Companies like The Data City offer classification products that map firms into sectors using company descriptions and ML. Their "Real-Time Industrial Classifications" are meant to replace outdated SIC codes, and for many purposes they're probably an improvement. But the same question applies: does a company's self-description on Companies House actually capture its economic activity? A firm might describe itself as an "AI company" because that's what attracts investment, not because AI is the core of what it does. The classifier will faithfully reproduce that signal. Whether the signal is meaningful is a different question entirely.

The Data City's approach also obfsucates some of the core logistical challenges associated with classification in an applied context.

logistics is the actual hard part

The layer that gets the least attention is what I think of as logistics: making sure everyone agrees on what you're classifying before you classify anything.

"AI adoption," "digital economy," "green jobs," "cyber" — these mean different things to different people, often to different people in the same organisation. One person's idea of what constitutes a cyber company is completely different to someone else's, especially depending on the context in which the classification is being used. The data city solves this by, in my view, effectively overfitting to the preferences of one individual. And whilst their classification algorithms will be effective in this task, the alignment of this classification amongst multiple actors in an organisation doesn't seem to be a concern of their product.

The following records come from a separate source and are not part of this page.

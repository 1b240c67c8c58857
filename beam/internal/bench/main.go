// Command bench measures bulk autolabel throughput: the Beam pipeline on
// the embedded Prism runner against the single-process path (one call of
// learner.Machine.Label over every item, as `loop autolabel` scores), on
// the same generated items and model. bench/beam/run.sh drives it; each
// mode prints one JSON object.
//
//	bench gen    -dir D -n 1000000 -pkgdesc ../testdata/pkgdesc.jsonl -loop bin/loop
//	bench single -dir D
//	bench prism  -dir D [-batch 1000] [-parquet]
//	bench report -runs runs.jsonl -features ../bench/features/RESULTS.md > RESULTS.md
//
// Run each measurement in its own process with GOMAXPROCS set: that is the
// number of cores the worker may use.
package main

import (
	"bufio"
	"context"
	"encoding/json"
	"flag"
	"fmt"
	"io"
	"log"
	"log/slog"
	"os"
	"os/exec"
	"path/filepath"
	"runtime"
	"runtime/pprof"
	"slices"
	"strings"
	"syscall"
	"time"

	"github.com/apache/beam/sdks/v2/go/pkg/beam"
	"github.com/apache/beam/sdks/v2/go/pkg/beam/runners/prism"

	"handoff"
	"handoff/beam/autolabel"
	"handoff/ingest"
	"handoff/learner"
)

const threshold = 0.6

func main() {
	if len(os.Args) < 2 {
		log.Fatal("usage: bench gen|single|prism [flags]")
	}
	mode := os.Args[1]
	fs := flag.NewFlagSet(mode, flag.ExitOnError)
	dir := fs.String("dir", "", "working folder (items-*.jsonl, model.hom, outputs)")
	n := fs.Int("n", 1_000_000, "gen: number of items")
	files := fs.Int("files", 4, "gen: number of item files")
	pkgdesc := fs.String("pkgdesc", "../testdata/pkgdesc.jsonl", "gen: training texts with sections")
	loopBin := fs.String("loop", "loop", "gen: the loop binary that trains and exports the model")
	batch := fs.Int("batch", 1000, "prism: items per scoring call")
	shards := fs.Int("shards", 4, "prism: output shards")
	pq := fs.Bool("parquet", false, "prism: also write Parquet")
	prof := fs.String("cpuprofile", "", "write a CPU profile to this file")
	runsPath := fs.String("runs", "", "report: file of runs, one JSON object per line")
	featPath := fs.String("features", "../bench/features/RESULTS.md", "report: the features benchmark's results")
	load := fs.String("load", "", "report: load average to print")
	fs.Parse(os.Args[2:])
	if *prof != "" {
		pf, err := os.Create(*prof)
		if err != nil {
			log.Fatal(err)
		}
		pprof.StartCPUProfile(pf)
		defer pprof.StopCPUProfile()
	}
	// Beam reads its own flags from the command line; give it none.
	os.Args = os.Args[:1]
	flag.Parse()
	beam.Init()
	slog.SetLogLoggerLevel(slog.LevelWarn)
	if mode == "report" {
		report(*runsPath, *featPath, *load)
		return
	}
	if *dir == "" {
		log.Fatal("bench: -dir is required")
	}
	switch mode {
	case "gen":
		gen(*dir, *n, *files, *pkgdesc, *loopBin)
	case "single":
		single(*dir)
	case "prism":
		runPrism(*dir, *batch, *shards, *pq)
	default:
		log.Fatalf("bench: unknown mode %q", mode)
	}
}

type record struct {
	ID      string `json:"id"`
	Text    string `json:"text"`
	Section string `json:"section"`
}

// gen writes n short text items over files JSONL files — the package
// descriptions, then joins of two of them — and model.hom, trained on the
// descriptions' sections by `loop round` and written by `loop model export`.
func gen(dir string, n, files int, pkgdesc, loop string) {
	f, err := os.Open(pkgdesc)
	if err != nil {
		log.Fatal(err)
	}
	var recs []record
	sc := bufio.NewScanner(f)
	for sc.Scan() {
		var r record
		if err := json.Unmarshal(sc.Bytes(), &r); err != nil {
			log.Fatal(err)
		}
		recs = append(recs, r)
	}
	f.Close()
	ws := make([]*bufio.Writer, files)
	for i := range ws {
		f, err := os.Create(filepath.Join(dir, fmt.Sprintf("items-%d.jsonl", i)))
		if err != nil {
			log.Fatal(err)
		}
		defer f.Close()
		ws[i] = bufio.NewWriterSize(f, 1<<20)
		defer ws[i].Flush()
	}
	var bytes int
	for i := range n {
		a := recs[i%len(recs)]
		text := a.Text
		if i >= len(recs) {
			text += "; " + recs[(i*7+i/len(recs))%len(recs)].Text
		}
		line, _ := json.Marshal(map[string]string{"id": fmt.Sprintf("i%07d", i), "text": text})
		bytes += len(line) + 1
		ws[i%files].Write(line)
		ws[i%files].WriteByte('\n')
	}
	if err := loopModel(dir, recs, loop); err != nil {
		log.Fatal(err)
	}
	emit(map[string]any{"mode": "gen", "items": n, "files": files, "mean_bytes_per_item": float64(bytes) / float64(n)})
}

// loopModel makes a project of the labelled descriptions with the loop
// command, runs one round and exports its model to dir/model.hom.
func loopModel(dir string, recs []record, loop string) error {
	var keys []string
	for _, r := range recs {
		if !slices.Contains(keys, r.Section) {
			keys = append(keys, r.Section)
		}
	}
	slices.Sort(keys)
	var cb, train, labels strings.Builder
	cb.WriteString("name: section\nquestion: Which archive section does this package belong to?\nclasses:\n")
	for _, k := range keys {
		cb.WriteString("  - {key: " + k + "}\n")
	}
	labels.WriteString("item,annotator,label\n")
	for _, r := range recs {
		line, _ := json.Marshal(map[string]string{"id": "t-" + r.ID, "text": r.Text})
		train.Write(line)
		train.WriteByte('\n')
		fmt.Fprintf(&labels, "t-%s,a1,%s\n", r.ID, r.Section)
	}
	tmp := filepath.Join(dir, "train")
	if err := os.MkdirAll(tmp, 0o755); err != nil {
		return err
	}
	for name, body := range map[string]string{"cb.yaml": cb.String(), "train.jsonl": train.String(), "labels.csv": labels.String()} {
		if err := os.WriteFile(filepath.Join(tmp, name), []byte(body), 0o644); err != nil {
			return err
		}
	}
	pd := filepath.Join(tmp, "proj")
	for _, args := range [][]string{
		{"init", pd, "--codebook", filepath.Join(tmp, "cb.yaml")},
		{"items", "add", pd, filepath.Join(tmp, "train.jsonl")},
		{"labels", "add", pd, filepath.Join(tmp, "labels.csv")},
		{"consensus", pd},
		{"round", pd},
		{"model", "export", pd, filepath.Join(dir, "model.hom")},
	} {
		if out, err := exec.Command(loop, args...).CombinedOutput(); err != nil {
			return fmt.Errorf("loop %s: %v\n%s", strings.Join(args, " "), err, out)
		}
	}
	return nil
}

func cpuSeconds() float64 {
	var ru syscall.Rusage
	syscall.Getrusage(syscall.RUSAGE_SELF, &ru)
	return time.Duration(ru.Utime.Nano() + ru.Stime.Nano()).Seconds()
}

func emit(v map[string]any) {
	v["gomaxprocs"] = runtime.GOMAXPROCS(0)
	b, _ := json.Marshal(v)
	fmt.Println(string(b))
}

// single reads every item with package ingest (the reader `loop items
// add` uses), scores them all with one Machine.Label call, splits at the
// threshold and writes labels.jsonl and people.jsonl: the same work as the
// pipeline without the runner.
func single(dir string) {
	t0, c0 := time.Now(), cpuSeconds()
	m, err := learner.LoadMachine(filepath.Join(dir, "model.hom"))
	if err != nil {
		log.Fatal(err)
	}
	paths, _ := filepath.Glob(filepath.Join(dir, "items-*.jsonl"))
	var items []handoff.Item
	for _, p := range paths {
		f, err := os.Open(p)
		if err != nil {
			log.Fatal(err)
		}
		r, err := ingest.NewItemReader(f, p, ingest.JSONL, ingest.ItemOptions{})
		if err != nil {
			log.Fatal(err)
		}
		for {
			it, err := r.Next()
			if err == io.EOF {
				break
			}
			if err != nil {
				log.Fatal(err)
			}
			items = append(items, it)
		}
		f.Close()
	}
	tRead := time.Since(t0)
	ml, err := m.Label(items)
	if err != nil {
		log.Fatal(err)
	}
	tScore := time.Since(t0) - tRead
	out := filepath.Join(dir, "single")
	os.MkdirAll(out, 0o755)
	lf, _ := os.Create(filepath.Join(out, "labels.jsonl"))
	pf, _ := os.Create(filepath.Join(out, "people.jsonl"))
	lw, pw := bufio.NewWriterSize(lf, 1<<20), bufio.NewWriterSize(pf, 1<<20)
	le, pe := json.NewEncoder(lw), json.NewEncoder(pw)
	var nl int
	for i, l := range ml {
		if l.Confidence >= threshold {
			le.Encode(autolabel.Label{Item: l.Item, Class: l.Class, Confidence: l.Confidence, Model: l.Model})
			nl++
			continue
		}
		it := items[i]
		pe.Encode(autolabel.ForPeople{ID: it.ID, Kind: string(it.Kind), Text: it.Text, Parent: it.Parent,
			Position: int64(it.Position), Covariates: it.Covariates, Class: l.Class, Confidence: l.Confidence, Model: l.Model})
	}
	lw.Flush()
	pw.Flush()
	lf.Close()
	pf.Close()
	sec, cpu := time.Since(t0).Seconds(), cpuSeconds()-c0
	emit(map[string]any{"mode": "single", "items": len(items), "labelled": nl, "seconds": sec, "cpu_seconds": cpu,
		"read_seconds": tRead.Seconds(), "score_seconds": tScore.Seconds(),
		"items_per_s": float64(len(items)) / sec})
}

// runPrism runs the autolabel pipeline on the embedded Prism runner.
func runPrism(dir string, batch, shards int, pq bool) {
	out := filepath.Join(dir, "prism")
	os.MkdirAll(out, 0o755)
	ctx := context.Background()
	t0, c0 := time.Now(), cpuSeconds()
	p, s := beam.NewPipelineWithRoot()
	if _, err := autolabel.Build(ctx, s, autolabel.Config{Items: filepath.Join(dir, "items-*.jsonl"),
		Model: filepath.Join(dir, "model.hom"), Threshold: threshold, Out: out, Shards: shards, Batch: batch, Parquet: pq}); err != nil {
		log.Fatal(err)
	}
	res, err := prism.Execute(ctx, p)
	if err != nil {
		log.Fatal(err)
	}
	sec, cpu := time.Since(t0).Seconds(), cpuSeconds()-c0
	counts := map[string]int64{}
	for _, c := range res.Metrics().AllMetrics().Counters() {
		counts[c.Key.Name] = c.Committed
	}
	emit(map[string]any{"mode": "prism", "items": counts["items"], "labelled": counts["labelled"], "batch": batch,
		"parquet": pq, "seconds": sec, "cpu_seconds": cpu, "items_per_s": float64(counts["items"]) / sec})
}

GABRIEL, too, makes it trivially easy to classify at scale, which means two teams can independently produce incompatible datasets using different definitions and never notice, because the outputs look clean and numeric either way. The tool returns confident scores regardless of whether the upstream definitional work was done.

logistics definitional alignment data proxy validity methodology largely solved by LLMs where the work is team A definition X team B definition Y same tool clean, numeric outputs result A result B

This also means there are always more classes than you think. If you have eight sectors you want to classify firms into, you actually have ten: the eight sectors, plus "insufficient information to classify" and "doesn't fit any of these categories." When you're classifying the whole economy into strategic sectors, you're going to find that most firms don't fit cleanly into any of them, or there isn't enough data to make the call. Understanding the dynamics between what fits your definitions and what doesn't is itself a significant piece of analytical work.

the real risk

I think the risk with tools like GABRIEL or The Data City isn't that their inaccurate. It's that these tools make it easier to skip the data validity and definitional alignment steps, because the methodology layer looks solved and the outputs look authoritative regardless of whether the upstream problems were addressed. The paper's own applications illustrate this. It defines "moral universalism" as a construct, rates 140 years of congressional speeches on it, and interprets the time series as evidence about partisan polarisation. But "moral universalism" isn't a pre-validated construct. It's an attribute the authors invented for the exercise. The validation work in the paper shows GPT can replicate existing human-coded labels on established measures. That tells you nothing about whether GPT's ratings of a novel construct track a real phenomenon.

I certainly don't think message is "don't use LLMs for classification." They're very good at it and you should. The message is that methodology is the least binding constraint, and tools that make methodology effortless can make people forget that the hard work is often somewhere else.